Problem requirements> Identify the lines in the data below that contain "core" and give only how many there are.

Materials provided>
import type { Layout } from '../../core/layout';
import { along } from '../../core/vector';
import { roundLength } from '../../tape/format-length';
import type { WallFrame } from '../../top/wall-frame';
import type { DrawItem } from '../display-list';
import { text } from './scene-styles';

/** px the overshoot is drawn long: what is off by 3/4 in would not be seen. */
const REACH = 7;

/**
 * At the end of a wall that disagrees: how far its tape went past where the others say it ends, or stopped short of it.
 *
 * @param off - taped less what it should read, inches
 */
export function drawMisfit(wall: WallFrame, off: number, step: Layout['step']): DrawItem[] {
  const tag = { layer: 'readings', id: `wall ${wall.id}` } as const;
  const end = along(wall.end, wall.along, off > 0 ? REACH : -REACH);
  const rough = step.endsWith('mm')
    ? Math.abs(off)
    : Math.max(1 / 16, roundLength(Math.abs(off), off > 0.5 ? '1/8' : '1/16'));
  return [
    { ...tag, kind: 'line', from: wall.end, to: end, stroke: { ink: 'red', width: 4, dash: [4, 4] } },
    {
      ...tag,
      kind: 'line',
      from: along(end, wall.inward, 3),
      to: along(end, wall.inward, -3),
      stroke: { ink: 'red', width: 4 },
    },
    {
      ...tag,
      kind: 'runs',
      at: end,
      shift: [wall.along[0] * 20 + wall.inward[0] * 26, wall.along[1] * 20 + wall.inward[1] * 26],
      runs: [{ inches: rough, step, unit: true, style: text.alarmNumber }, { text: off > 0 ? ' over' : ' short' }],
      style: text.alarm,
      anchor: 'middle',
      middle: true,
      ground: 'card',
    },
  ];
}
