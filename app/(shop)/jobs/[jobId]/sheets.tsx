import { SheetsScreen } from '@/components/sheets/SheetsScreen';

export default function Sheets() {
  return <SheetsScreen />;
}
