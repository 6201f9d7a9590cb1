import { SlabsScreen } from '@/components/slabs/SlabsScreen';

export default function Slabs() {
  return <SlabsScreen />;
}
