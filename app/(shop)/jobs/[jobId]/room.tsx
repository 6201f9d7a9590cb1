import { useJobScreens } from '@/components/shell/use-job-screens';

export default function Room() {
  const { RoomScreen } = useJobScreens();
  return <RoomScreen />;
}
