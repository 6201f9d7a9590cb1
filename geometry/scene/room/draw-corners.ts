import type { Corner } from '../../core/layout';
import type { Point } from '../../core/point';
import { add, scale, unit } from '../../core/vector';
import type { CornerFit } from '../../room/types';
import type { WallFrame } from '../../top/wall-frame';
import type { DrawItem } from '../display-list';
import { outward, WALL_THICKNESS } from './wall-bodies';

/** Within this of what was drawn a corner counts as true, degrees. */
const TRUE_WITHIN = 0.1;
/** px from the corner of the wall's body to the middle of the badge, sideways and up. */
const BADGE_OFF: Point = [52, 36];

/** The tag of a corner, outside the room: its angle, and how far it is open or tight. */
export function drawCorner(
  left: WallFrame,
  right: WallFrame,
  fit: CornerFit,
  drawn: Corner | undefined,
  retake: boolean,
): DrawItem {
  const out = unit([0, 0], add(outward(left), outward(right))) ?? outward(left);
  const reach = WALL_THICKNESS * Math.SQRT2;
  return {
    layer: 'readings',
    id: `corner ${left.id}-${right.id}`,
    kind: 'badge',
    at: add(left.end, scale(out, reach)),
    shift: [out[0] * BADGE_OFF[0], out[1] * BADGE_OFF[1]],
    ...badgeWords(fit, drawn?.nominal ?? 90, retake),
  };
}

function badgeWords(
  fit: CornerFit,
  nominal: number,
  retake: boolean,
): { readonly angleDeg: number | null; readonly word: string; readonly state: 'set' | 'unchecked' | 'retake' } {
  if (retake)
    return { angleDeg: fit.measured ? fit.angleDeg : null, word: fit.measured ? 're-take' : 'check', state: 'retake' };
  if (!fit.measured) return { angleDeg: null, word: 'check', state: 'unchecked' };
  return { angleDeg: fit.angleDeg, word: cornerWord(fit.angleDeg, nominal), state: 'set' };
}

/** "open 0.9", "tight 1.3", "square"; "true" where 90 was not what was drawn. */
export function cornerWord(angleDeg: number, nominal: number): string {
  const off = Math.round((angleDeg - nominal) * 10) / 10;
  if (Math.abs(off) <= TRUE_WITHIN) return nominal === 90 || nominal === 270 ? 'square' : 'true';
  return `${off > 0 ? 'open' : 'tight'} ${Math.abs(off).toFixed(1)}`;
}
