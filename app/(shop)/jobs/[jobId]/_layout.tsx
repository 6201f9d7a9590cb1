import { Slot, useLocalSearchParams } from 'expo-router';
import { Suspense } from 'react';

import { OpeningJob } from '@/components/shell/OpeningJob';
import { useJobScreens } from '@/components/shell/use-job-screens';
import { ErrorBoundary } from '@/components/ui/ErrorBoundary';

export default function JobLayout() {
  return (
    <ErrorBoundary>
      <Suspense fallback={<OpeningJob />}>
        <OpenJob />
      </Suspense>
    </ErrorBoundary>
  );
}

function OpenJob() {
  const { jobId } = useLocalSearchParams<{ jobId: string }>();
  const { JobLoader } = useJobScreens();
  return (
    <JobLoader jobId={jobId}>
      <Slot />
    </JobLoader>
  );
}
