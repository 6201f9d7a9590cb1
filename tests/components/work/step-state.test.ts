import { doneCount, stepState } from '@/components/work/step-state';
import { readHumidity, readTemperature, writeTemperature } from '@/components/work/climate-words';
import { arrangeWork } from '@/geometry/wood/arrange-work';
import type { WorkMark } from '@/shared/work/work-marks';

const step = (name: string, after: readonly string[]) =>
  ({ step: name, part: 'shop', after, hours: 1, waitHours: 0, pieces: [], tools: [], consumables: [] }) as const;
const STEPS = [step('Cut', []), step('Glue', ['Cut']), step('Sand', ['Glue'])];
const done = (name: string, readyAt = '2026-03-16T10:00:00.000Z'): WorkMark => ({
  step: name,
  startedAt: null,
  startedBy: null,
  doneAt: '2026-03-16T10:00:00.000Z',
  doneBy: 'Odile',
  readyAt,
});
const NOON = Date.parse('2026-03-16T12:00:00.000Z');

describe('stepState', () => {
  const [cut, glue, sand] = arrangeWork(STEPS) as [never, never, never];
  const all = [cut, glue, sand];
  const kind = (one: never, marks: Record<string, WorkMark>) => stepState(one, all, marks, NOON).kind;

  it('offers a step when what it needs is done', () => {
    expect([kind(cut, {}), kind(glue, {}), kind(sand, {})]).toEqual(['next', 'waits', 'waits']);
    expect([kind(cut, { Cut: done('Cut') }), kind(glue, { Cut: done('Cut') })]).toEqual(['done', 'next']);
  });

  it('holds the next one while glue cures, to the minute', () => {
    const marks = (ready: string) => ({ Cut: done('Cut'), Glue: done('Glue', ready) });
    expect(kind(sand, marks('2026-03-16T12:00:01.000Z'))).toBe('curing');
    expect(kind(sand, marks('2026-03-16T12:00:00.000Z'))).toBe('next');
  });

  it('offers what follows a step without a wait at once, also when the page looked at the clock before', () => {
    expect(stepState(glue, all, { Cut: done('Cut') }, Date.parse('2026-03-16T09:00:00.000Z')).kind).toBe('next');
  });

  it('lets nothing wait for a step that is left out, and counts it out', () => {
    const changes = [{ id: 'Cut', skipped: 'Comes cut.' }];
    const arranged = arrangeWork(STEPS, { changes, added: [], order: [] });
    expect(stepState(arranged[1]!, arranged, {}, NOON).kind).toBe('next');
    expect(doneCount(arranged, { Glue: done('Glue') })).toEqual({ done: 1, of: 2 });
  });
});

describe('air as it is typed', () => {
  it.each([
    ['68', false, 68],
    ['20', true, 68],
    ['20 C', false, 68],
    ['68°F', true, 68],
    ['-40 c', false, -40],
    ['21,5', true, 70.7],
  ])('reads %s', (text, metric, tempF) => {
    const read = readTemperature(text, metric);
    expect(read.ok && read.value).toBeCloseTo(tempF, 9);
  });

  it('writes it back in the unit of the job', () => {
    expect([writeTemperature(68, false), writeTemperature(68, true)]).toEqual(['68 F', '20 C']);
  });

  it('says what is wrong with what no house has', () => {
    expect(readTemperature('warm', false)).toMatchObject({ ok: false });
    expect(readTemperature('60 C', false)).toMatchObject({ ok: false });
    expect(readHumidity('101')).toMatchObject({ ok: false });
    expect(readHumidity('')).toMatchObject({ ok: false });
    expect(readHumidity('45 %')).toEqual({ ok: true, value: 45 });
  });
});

Output of the exercise> 5